→ ACTIVITY
Check every line below, and copy those that include "hlgToLinear".

*** DATA RECORDS Section Begins ***

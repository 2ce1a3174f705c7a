import { describe, expect, it } from 'vitest';
import { HLG_A, HLG_B, HLG_C, PQ, bt709ToLinear, hlgToLinear, parseTransfer, pqToCdM2, srgbToLinear, toLinear, transferLut } from '../../../src/core/camera/transfer.js';
import { KerrError } from '../../../src/errors.js';
import { OUTSIDE } from '../../setup/outsideSources.js';

describe('sRGB decoding (IEC 61966-2-1:1999)', { tags: [OUTSIDE.srgb] }, () => {
  it('maps V = 0.5 to 0.214041 (IEC 61966-2-1, value listed in docs/references.md)', () => {
    expect(srgbToLinear(0.5)).toBeCloseTo(0.214041, 6);
  });

  it('maps 8-bit code 128 to 0.215861 through the table (IEC 61966-2-1)', () => {
    expect(transferLut('srgb')[128]).toBeCloseTo(0.215861, 6);
  });

  it('uses the linear segment V/12.92 up to V = 0.04045 and the power segment above (IEC 61966-2-1)', () => {
    expect(srgbToLinear(0.02)).toBeCloseTo(0.02 / 12.92, 12);
    expect(srgbToLinear(0.04045)).toBeCloseTo(0.04045 / 12.92, 12);
    expect(srgbToLinear(0.8)).toBeCloseTo(((0.8 + 0.055) / 1.055) ** 2.4, 12);
    // the code's two segments meet: either side of the breakpoint the decoded values differ by the
    // slope times the step (1/12.92 per unit of V) plus the standard's own 1e-7 mismatch, no more
    for (const step of [1e-6, 1e-9]) {
      const below = srgbToLinear(0.04045 - step);
      const above = srgbToLinear(0.04045 + step);
      expect(Math.abs(above - below)).toBeLessThan((2 * step) / 12.92 * 1.01 + 1e-7);
    }
    // and the power segment starts right after it (V = 0.04046 is on the power curve, not the line)
    expect(srgbToLinear(0.04046)).toBeCloseTo(((0.04046 + 0.055) / 1.055) ** 2.4, 14);
  });

  it('clamps signals outside 0..1', () => {
    expect(srgbToLinear(-0.2)).toBe(0);
    expect(srgbToLinear(1.3)).toBe(1);
  });
});

describe('BT.709 inverse OETF (ITU-R BT.709-6)', { tags: [OUTSIDE.bt709] }, () => {
  it('is V/4.5 below V = 0.081', () => {
    expect(bt709ToLinear(0.05)).toBeCloseTo(0.05 / 4.5, 12);
    expect(bt709ToLinear(0.08)).toBeCloseTo(0.08 / 4.5, 12);
  });

  it('is ((V + 0.099)/1.099)^(1/0.45) from V = 0.081', () => {
    for (const v of [0.081, 0.3, 0.5, 0.9, 1]) expect(bt709ToLinear(v)).toBeCloseTo(((v + 0.099) / 1.099) ** (1 / 0.45), 12);
  });

  it('undoes the BT.709 OETF V = 1.099·L^0.45 − 0.099 (L ≥ 0.018), V = 4.5·L below (ITU-R BT.709-6 item 1.2)', () => {
    for (const light of [0.001, 0.01, 0.018, 0.05, 0.2, 0.5, 0.9]) {
      const signal = light < 0.018 ? 4.5 * light : 1.099 * light ** 0.45 - 0.099;
      expect(bt709ToLinear(signal)).toBeCloseTo(light, 3);
    }
  });
});

describe('other curves', () => {
  it('gamma:G is a pure power law (0.5^2.2 = 0.2176, hand calculation)', () => {
    expect(toLinear('gamma:2.2', 0.5)).toBeCloseTo(0.217638, 6);
  });

  it('linear passes the signal through', () => {
    expect(toLinear('linear', 0.37)).toBe(0.37);
  });

  it('tables run from 0 to 1, rise monotonically and repeat the last entry as a guard', () => {
    for (const name of ['srgb', 'bt709', 'gamma:2.4', 'linear'] as const) {
      const lut = transferLut(name);
      expect(lut.length).toBe(257);
      expect(lut[0]).toBe(0);
      expect(lut[255]).toBeCloseTo(1, 12);
      expect(lut[256]).toBe(lut[255]);
      for (let k = 1; k < 256; k++) expect(lut[k]!).toBeGreaterThan(lut[k - 1]!);
    }
  });
});

describe('parseTransfer', () => {
  it('accepts the four forms, case-insensitively', () => {
    expect(parseTransfer('sRGB', '--transfer')).toBe('srgb');
    expect(parseTransfer('bt709', '--transfer')).toBe('bt709');
    expect(parseTransfer('linear', '--transfer')).toBe('linear');
    expect(parseTransfer('gamma:2.2', '--transfer')).toBe('gamma:2.2');
  });

  it.each(['foo', 'gamma:', 'gamma:0', 'gamma:-1', 'gamma:12', ''])('rejects %j with a BAD_ARGUMENT naming the option', (text) => {
    let caught: unknown;
    try {
      parseTransfer(text, '--transfer');
    } catch (e) {
      caught = e;
    }
    expect(caught).toBeInstanceOf(KerrError);
    expect((caught as KerrError).code).toBe('BAD_ARGUMENT');
    expect((caught as KerrError).message).toContain('--transfer');
    expect((caught as KerrError).hint).toBeTruthy();
  });
});

describe('HLG inverse OETF (ITU-R BT.2100-2 Table 5; ARIB STD-B67)', () => {
  it('derives b = 1 − 4a and c = 0.5 − a·ln(4a) from a = 0.17883277 and matches the published 0.28466892 and 0.55991073', () => {
    expect(HLG_B).toBeCloseTo(0.28466892, 8);
    expect(HLG_C).toBeCloseTo(0.55991073, 8);
  });

  it('is E′²/3 up to E′ = 1/2, giving 1/12 there, and continuous into the log segment (BT.2100 design: the OETF is √(3E) below E = 1/12)', () => {
    expect(hlgToLinear(0.5)).toBeCloseTo(1 / 12, 12);
    expect(hlgToLinear(0.25)).toBeCloseTo(0.0625 / 3, 12);
    expect(Math.abs(hlgToLinear(0.5 + 1e-9) - 1 / 12)).toBeLessThan(1e-8);
  });

  it('maps E′ = 1 to 1 (nominal peak) and undoes the BT.2100 OETF E′ = a·ln(12E − b) + c above E = 1/12', () => {
    expect(hlgToLinear(1)).toBeCloseTo(1, 6);
    for (const e of [0.1, 0.3, 0.7]) {
      const signal = HLG_A * Math.log(12 * e - HLG_B) + HLG_C;
      expect(hlgToLinear(signal)).toBeCloseTo(e, 10);
    }
    for (const e of [0.001, 0.05]) expect(hlgToLinear(Math.sqrt(3 * e))).toBeCloseTo(e, 12);
  });

  it('parses hlg and pq as transfer names', () => {
    expect(parseTransfer('HLG', '--transfer')).toBe('hlg');
    expect(parseTransfer('pq', '--transfer')).toBe('pq');
  });
});

describe('PQ EOTF (SMPTE ST 2084:2014)', () => {
  it('gives 10000 cd/m² at E′ = 1 and 0 at E′ = 0 (the curve\'s definition)', () => {
    expect(pqToCdM2(1)).toBeCloseTo(10000, 6);
    expect(pqToCdM2(0)).toBe(0);
    expect(toLinear('pq', 1)).toBeCloseTo(1, 9);
  });

  it('undoes the ST 2084 inverse EOTF E′ = ((c1 + c2·Y^m1)/(1 + c3·Y^m1))^m2, Y = L/10000', () => {
    for (const cd of [0.1, 1, 100, 203, 1000, 4000]) {
      const y = (cd / 10000) ** PQ.m1;
      const signal = ((PQ.c1 + PQ.c2 * y) / (1 + PQ.c3 * y)) ** PQ.m2;
      expect(pqToCdM2(signal) / cd).toBeCloseTo(1, 10);
    }
  });

  it('puts 100 cd/m² near E′ = 0.508 (common practice: SDR white sits at about half the PQ signal; from memory)', () => {
    expect(pqToCdM2(0.508)).toBeGreaterThan(98);
    expect(pqToCdM2(0.508)).toBeLessThan(102);
  });

  it('tabulates finely for 10-bit sources: 4 entries per 8-bit code, table and curve agree', () => {
    const lut = transferLut('pq', 4);
    expect(lut.length).toBe(255 * 4 + 2);
    expect(lut[1020]).toBeCloseTo(1, 9);
    expect(lut[510]).toBeCloseTo(toLinear('pq', 0.5), 12);
  });
});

*** DATA RECORDS Section Ends ***

→ ANSWER FOR THIS EXERCISE
import { HLG_A, HLG_B, HLG_C, PQ, bt709ToLinear, hlgToLinear, parseTransfer, pqToCdM2, srgbToLinear, toLinear, transferLut } from '../../../src/core/camera/transfer.js';
    expect(hlgToLinear(0.5)).toBeCloseTo(1 / 12, 12);
    expect(hlgToLinear(0.25)).toBeCloseTo(0.0625 / 3, 12);
    expect(Math.abs(hlgToLinear(0.5 + 1e-9) - 1 / 12)).toBeLessThan(1e-8);
    expect(hlgToLinear(1)).toBeCloseTo(1, 6);
      expect(hlgToLinear(signal)).toBeCloseTo(e, 10);
    for (const e of [0.001, 0.05]) expect(hlgToLinear(Math.sqrt(3 * e))).toBeCloseTo(e, 12);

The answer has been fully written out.